Avec la présence croissante des santiags au grand écran dès le début du 20e siècle, des icônes féminines de la mode, de la musique et du cinéma commencent peu à peu à se réapproprier cet emblème de la culture américaine. En 1961, dans The Misfits de John Huston, Marilyn Monroe fait sensation en chemisier blanc, jean taille haute ceinturé, et santiags beiges patinées. Son personnage de Roslyn Taber modernise la traditionnelle tenue de vaqueros et détourne la virilité imputée à cette tenue, dans une allure élégante et authentique alors admirée par toute l’Amérique.

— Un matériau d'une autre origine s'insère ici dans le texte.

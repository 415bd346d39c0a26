"""Gate definitions (``gate`` and ``opaque``) as data, and the parser for their text.

Shared by the standard header (:mod:`jobkeeper.circuit.stdgates`) and user programs
(:mod:`jobkeeper.circuit.parser`), so both follow the same rules: a body holds only
``U``, ``CX``, calls of gates defined earlier, and ``barrier``, all on the gate's own
qubit arguments (arXiv:1707.03429, section 3.1 and the grammar's ``goplist``).
"""

from __future__ import annotations

from collections.abc import Callable
from dataclasses import dataclass

from jobkeeper.circuit.expressions import Expr, parse_expression
from jobkeeper.circuit.lexer import ID, Token, TokenStream

#: Expansion costs are capped here so that deeply composed gates do not make huge ints.
COST_CAP = 1 << 62

#: Words that cannot name a register, gate or parameter.
RESERVED = frozenset(
    {
        "OPENQASM",
        "include",
        "qreg",
        "creg",
        "gate",
        "opaque",
        "barrier",
        "measure",
        "reset",
        "if",
        "U",
        "CX",
        "pi",
        "sin",
        "cos",
        "tan",
        "exp",
        "ln",
        "sqrt",
    }
)


@dataclass(frozen=True, slots=True)
class BodyOp:
    """One statement of a gate body. ``name`` is ``U``, ``CX``, ``barrier`` or a gate's
    name; ``target`` is that gate's definition; ``qubits`` are positions in the enclosing
    gate's qubit arguments."""

    name: str
    target: GateSpec | None
    qubits: tuple[int, ...]
    params: tuple[Expr, ...]


@dataclass(frozen=True, slots=True)
class GateSpec:
    """A gate: its parameter names, its qubit argument names and its body (None for an
    ``opaque`` gate). ``cost`` bounds the work of expanding one call of it into the IR."""

    name: str
    params: tuple[str, ...]
    qubit_args: tuple[str, ...]
    body: tuple[BodyOp, ...] | None
    standard: bool = False
    extension: bool = False
    line: int = 0
    cost: int = 1

    @property
    def num_qubits(self) -> int:
        return len(self.qubit_args)

    @property
    def num_params(self) -> int:
        return len(self.params)

    @property
    def opaque(self) -> bool:
        return self.body is None


def _is_leaf(target: GateSpec | None) -> bool:
    return target is None or target.standard or target.opaque


def _name_list(stream: TokenStream, what: str) -> list[Token]:
    names = [stream.expect_kind(ID, what)]
    while stream.accept(","):
        names.append(stream.expect_kind(ID, what))
    seen: set[str] = set()
    for tok in names:
        if tok.text in RESERVED:
            stream.fail(f"'{tok.text}' is a reserved word and cannot name a {what}", tok)
        if tok.text in seen:
            stream.fail(f"{what} '{tok.text}' is declared twice", tok)
        seen.add(tok.text)
    return names


def parse_gate_definition(
    stream: TokenStream,
    keyword: Token,
    lookup: Callable[[Token], GateSpec],
    *,
    standard: bool = False,
    extension: bool = False,
) -> GateSpec:
    """Parse what follows ``gate`` or ``opaque`` (``keyword``). ``lookup`` resolves a
    called gate's name or raises CircuitError (a gate must be defined before use, so a
    definition can never call itself)."""
    name_tok = stream.expect_kind(ID, "a gate name")
    if name_tok.text in RESERVED:
        stream.fail(f"'{name_tok.text}' is a reserved word and cannot name a gate", name_tok)
    param_names: list[Token] = []
    if stream.accept("("):
        if not stream.peek_is(")"):
            param_names = _name_list(stream, "parameter")
        stream.expect(")")
    qubit_names = _name_list(stream, "qubit argument")
    params = {tok.text: i for i, tok in enumerate(param_names)}
    qubits = {tok.text: i for i, tok in enumerate(qubit_names)}
    for tok in qubit_names:
        if tok.text in params:
            stream.fail(f"'{tok.text}' names both a parameter and a qubit argument", tok)
    body: tuple[BodyOp, ...] | None = None
    cost = 1
    if keyword.text == "opaque":
        stream.expect(";")
    else:
        stream.expect("{")
        ops: list[BodyOp] = []
        while not stream.accept("}"):
            op = _body_statement(stream, params, qubits, lookup)
            ops.append(op)
            cost += 1 + len(op.qubits) + sum(p.size for p in op.params)
            if not _is_leaf(op.target):
                assert op.target is not None
                cost += op.target.cost
            cost = min(cost, COST_CAP)
        body = tuple(ops)
    return GateSpec(
        name=name_tok.text,
        params=tuple(tok.text for tok in param_names),
        qubit_args=tuple(tok.text for tok in qubit_names),
        body=body,
        standard=standard,
        extension=extension,
        line=name_tok.line,
        cost=cost,
    )


def _body_statement(
    stream: TokenStream,
    params: dict[str, int],
    qubits: dict[str, int],
    lookup: Callable[[Token], GateSpec],
) -> BodyOp:
    tok = stream.peek()
    if tok.kind != ID:
        stream.fail_expected("a gate call, 'barrier' or '}' in the gate body")
    if tok.text in ("measure", "reset", "if", "qreg", "creg", "gate", "opaque", "include"):
        stream.fail(
            f"'{tok.text}' is not allowed in a gate body (only gate calls and barrier)", tok
        )
    stream.advance()
    exprs: list[Expr] = []
    if tok.text != "barrier" and stream.accept("("):
        if not stream.peek_is(")"):
            exprs.append(parse_expression(stream, params))
            while stream.accept(","):
                exprs.append(parse_expression(stream, params))
        stream.expect(")")
    args: list[int] = []
    seen: set[int] = set()
    while True:
        arg = stream.expect_kind(ID, "a qubit argument of the gate")
        if arg.text not in qubits:
            stream.fail(f"'{arg.text}' is not a qubit argument of this gate", arg)
        if stream.peek_is("["):
            stream.fail("gate bodies use the gate's qubit arguments, not indexed qubits", arg)
        if qubits[arg.text] in seen:
            if tok.text == "barrier":
                stream.fail(f"qubit argument '{arg.text}' appears twice in the barrier", arg)
            stream.fail(f"qubit argument '{arg.text}' is used twice in one gate call", arg)
        args.append(qubits[arg.text])
        seen.add(qubits[arg.text])
        if not stream.accept(","):
            break
    stream.expect(";")
    target: GateSpec | None = None
    if tok.text == "U":
        want_params, want_qubits = 3, 1
    elif tok.text == "CX":
        want_params, want_qubits = 0, 2
    elif tok.text == "barrier":
        want_params, want_qubits = 0, len(args)
    else:
        target = lookup(tok)
        want_params, want_qubits = target.num_params, target.num_qubits
    check_arity(stream, tok, len(exprs), want_params, len(args), want_qubits)
    return BodyOp(tok.text, target, tuple(args), tuple(exprs))


def check_arity(
    stream: TokenStream,
    tok: Token,
    n_params: int,
    want_params: int,
    n_qubits: int,
    want_qubits: int,
) -> None:
    if n_params != want_params:
        stream.fail(f"gate '{tok.text}' takes {want_params} parameter(s), {n_params} given", tok)
    if n_qubits != want_qubits:
        stream.fail(f"gate '{tok.text}' takes {want_qubits} qubit(s), {n_qubits} given", tok)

En 1966, la chanteuse Nancy Sinatra chante ”These boots are made for walkin’, And that’s just what they’ll do, One of these days these boots are gonna walk all over you” (“Ces bottes sont faites pour marcher, et c’est ce qu’elles vont faire, un jour ces bottes vont te marcher dessus”), propulsant la botte au rang de symbole d’indépendance et de liberté. 

 

En 1979, en plein Manhattan, l’artiste Pop Andy Warhol et l’actrice américaine Margaux Hemingway – petite fille de l’écrivain mythique Ernest Hemingway –, dévalent les rues de Manhattan en tenues et bottes de cowboy, lors de la parade célébrant l’inauguration des boutiques Polo Western et Ralph Lauren Western. Le rez-de-chaussée du magasin new-yorkais Bloomingdale’s est transformé pour l’occasion en ranch du Far West et les santiags y sont évidemment mises à l’honneur. Fasciné depuis sa plus tendre enfance par le mythe de la conquête de l’Ouest, étant lui-même parti chercher son inspiration à Dallas et Denver, le créateur de mode américain Ralph Lauren érige la culture de son pays en inépuisable source d’inspiration. À l’aube des années 80, il propose un style brut et authentique à l’opposé de la mode excentrique et flamboyante qui marquera la décennie. Neuf ans après sa première collection ”Western”, c’est lui qui propulse les santiags au rang d’accessoire de mode iconique, leur donnant une place de choix dans ses défilés. Mais la singularité de son approche transparaît surtout dans l’affirmation le caractère unisexe de la chaussure, avec des silhouettes combinant par exemple de longues jupes fluides aux bottes de cowboy.

 

À l’aube des années 2000, on assiste à un véritable revival des bottes western. Chapeau de cowboy, mini-jupe en jean et santiags aux pieds, la cowgirl des années 2000 est sexy et téméraire. A l’image de la superstar de la pop Madonna, qui fait du rodéo en pantalon sable imprimé taille basse et santiags noires à bouts argentés, dans son clip pop aux accents country, Don’t tell me (2001), réalisé par le célèbre réalisateur et photographe français Jean-Baptise Mondino. Dans les années 2000, santiag et pop culture vont de pair. Des pieds de la chanteuse country pop américaine Dolly Parton à ceux de la célèbre chanteuse américaine de country Taylor Swift, la botte de cowboy traverse les âges. Santiag et jean façon Y2K pour Rihanna et  Britney Spears, ou en version plus authentique pour la diva soul texane Beyoncé : le style cowgirl des années 2000 continue toujours d’inspirer.